Stored items

------------------------------------------------------------------------

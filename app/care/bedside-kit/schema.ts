import type { z } from 'zod'
import { vacuumMmHg } from '../../clinical/vacuum.ts'
import { careFields, choice, choices, note, quantity, text } from '../field.ts'
import { charted } from '../kind.ts'
import { kitItems } from './items.ts'

const lacks = { when: { field: 'complete', is: ['no'] } }

const list = Object.values(kitItems)
  .map(item => item.charAt(0).toLowerCase() + item.slice(1))
  .join('; ')

/** No pump draws more than the air weighs: past this the unit is doubtful. */
const MOST_MMHG = 760

const fields = careFields({
  spares: text({
    label: 'Spares for this tube',
    hint: 'From the record: hold them against flange and packs',
    maxLength: 240,
  }).optional(),
  complete: choice({
    label: 'State of the kit',
    hint: `What does not apply counts as there: ${list}`,
    options: { yes: 'All there, in date, right size', no: 'Something is missing' },
  }),
  missing: choices({ label: 'Missing', options: kitItems, ...lacks, neededThen: true }).optional(),
  owner: text({ label: 'Person getting it', ...lacks, neededThen: true }).optional(),
  expectedMin: quantity({ label: 'Expected within', unit: 'min', min: 1, max: 240, ...lacks }).optional(),
  suctionTested: quantity({
    label: 'Suction tested at',
    hint: 'Tubing pinched off',
    unitField: 'suctionUnit',
    min: 0,
    max: 760,
    step: 0.5,
  }).optional(),
  suctionUnit: choice({ label: 'Unit on the vacuum gauge', options: { mmHg: 'mmHg', kPa: 'kPa' } }).optional(),
  note: note({ label: 'Note', more: true }).optional(),
})

export type KitData = z.output<typeof fields>

/** One check of the emergency kit. Suction is tested with its gauge, unless suction is what is missing. */
export const kitSchema = fields.superRefine((kit, context) => {
  for (const [field, message] of contradictions(kit)) {
    context.addIssue({ code: 'custom', path: [field], message })
  }
})

function contradictions(kit: KitData): readonly (readonly [keyof KitData, string])[] {
  const { suctionTested: tested, suctionUnit: unit, missing = [] } = kit
  if (tested === undefined) {
    return missing.includes('suction') ? [] : [['suctionTested', 'Enter what suction was tested at']]
  }
  if (unit === undefined) return [['suctionUnit', 'Choose the unit on the vacuum gauge']]
  return vacuumMmHg(tested, unit) > MOST_MMHG
    ? [['suctionTested', `Check the unit: ${tested} ${unit} is more than ${MOST_MMHG} mmHg`]]
    : []
}

/** Checks of the bedside kit: ask a record with this. */
export const kitChecks = charted({ slug: 'bedside-kit', schema: kitSchema })

/** Whether everything lay there: only then is the check done. */
export function isComplete({ complete }: KitData): boolean {
  return complete === 'yes'
}
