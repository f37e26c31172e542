import { readFileSync } from 'node:fs'
import { createServer } from 'node:net'
import { setTimeout as pause } from 'node:timers/promises'

/**
 * Names one process for good: its number together with its start time, since a number alone is used again.
 * Null when no such process runs. A zombie, which a container without an init keeps for ever, does not run.
 * @param {number | undefined} pid
 * @returns {string | null}
 */
export function processStamp(pid) {
  if (!pid) return null
  try {
    const stat = readFileSync(`/proc/${pid}/stat`, 'utf8')
    // The name in brackets may hold spaces: the fields are counted from behind it. 0 = state, 19 = start time.
    const fields = stat.slice(stat.lastIndexOf(')') + 2).split(' ')
    return fields[0] === 'Z' ? null : `${pid}:${fields[19]}`
  } catch {
    return null // no such process
  }
}

/**
 * True while the process that was stamped still runs.
 * @param {string | null | undefined} stamp
 */
export function isRunning(stamp) {
  return Boolean(stamp) && processStamp(Number(stamp?.split(':')[0])) === stamp
}

/**
 * Waits until the condition holds, looking every 25 ms. False when it did not within the time.
 * @param {() => boolean | Promise<boolean>} condition
 * @param {number} timeMs
 */
export async function until(condition, timeMs) {
  const end = performance.now() + timeMs
  while (!(await condition())) {
    if (performance.now() > end) return false
    await pause(25)
  }
  return true
}

/**
 * True when nothing listens on the port, so that a server may be given it.
 * @param {number} port 0 asks for any free one
 * @param {string} [host]
 * @returns {Promise<number | null>} the port, or null when it is taken
 */
export function freePort(port = 0, host = '127.0.0.1') {
  return new Promise((resolve, reject) => {
    const probe = createServer()
    probe.once('error', error => {
      if ('code' in error && error.code === 'EADDRINUSE') resolve(null)
      else reject(error)
    })
    probe.listen({ port, host, exclusive: true }, () => {
      const address = probe.address()
      probe.close(() => resolve(address && typeof address === 'object' ? address.port : null))
    })
  })
}
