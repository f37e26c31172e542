import { existsSync, readFileSync } from 'node:fs'
import { join } from 'node:path'
import { ROOT, tool } from './tool.mjs'

/**
 * Installs the packages of the lock file unless just those are installed. Answers what was done.
 * @param {AbortSignal} [signal]
 */
export async function dependencies(signal) {
  if (areInstalled()) return 'in place'
  // Named, because NODE_ENV=production would leave out what the build needs.
  await tool(['npm', 'ci', '--include=dev'], { signal, advice: 'Is there a way to the npm registry? Try: npm ci' })
  return 'installed'
}

function areInstalled() {
  const installed = join(ROOT, 'node_modules/.package-lock.json') // npm's own note of what it installed
  if (!existsSync(installed)) return false
  const present = packagesOf(installed)
  // A package for another platform is optional, and absent with good reason.
  return Object.entries(packagesOf(join(ROOT, 'package-lock.json'))).every(
    ([path, { version, optional }]) => path === '' || (present[path] ? present[path].version === version : optional),
  )
}

/**
 * @param {string} file
 * @returns {Record<string, { version?: string, optional?: boolean }>}
 */
function packagesOf(file) {
  return JSON.parse(readFileSync(file, 'utf8')).packages
}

------------------------------------------------------------------------

Task instructions
Please reproduce the lines from the line with "hint: 'From the" to the line with "return vacuumMmHg(tested, unit) > MOST_MMHG", both ends included, exactly as they appear above.

Task solution
    hint: 'From the record: hold them against flange and packs',
    maxLength: 240,
  }).optional(),
  complete: choice({
    label: 'State of the kit',
    hint: `What does not apply counts as there: ${list}`,
    options: { yes: 'All there, in date, right size', no: 'Something is missing' },
  }),
  missing: choices({ label: 'Missing', options: kitItems, ...lacks, neededThen: true }).optional(),
  owner: text({ label: 'Person getting it', ...lacks, neededThen: true }).optional(),
  expectedMin: quantity({ label: 'Expected within', unit: 'min', min: 1, max: 240, ...lacks }).optional(),
  suctionTested: quantity({
    label: 'Suction tested at',
    hint: 'Tubing pinched off',
    unitField: 'suctionUnit',
    min: 0,
    max: 760,
    step: 0.5,
  }).optional(),
  suctionUnit: choice({ label: 'Unit on the vacuum gauge', options: { mmHg: 'mmHg', kPa: 'kPa' } }).optional(),
  note: note({ label: 'Note', more: true }).optional(),
})

export type KitData = z.output<typeof fields>

/** One check of the emergency kit. Suction is tested with its gauge, unless suction is what is missing. */
export const kitSchema = fields.superRefine((kit, context) => {
  for (const [field, message] of contradictions(kit)) {
    context.addIssue({ code: 'custom', path: [field], message })
  }
})

function contradictions(kit: KitData): readonly (readonly [keyof KitData, string])[] {
  const { suctionTested: tested, suctionUnit: unit, missing = [] } = kit
  if (tested === undefined) {
    return missing.includes('suction') ? [] : [['suctionTested', 'Enter what suction was tested at']]
  }
  if (unit === undefined) return [['suctionUnit', 'Choose the unit on the vacuum gauge']]
  return vacuumMmHg(tested, unit) > MOST_MMHG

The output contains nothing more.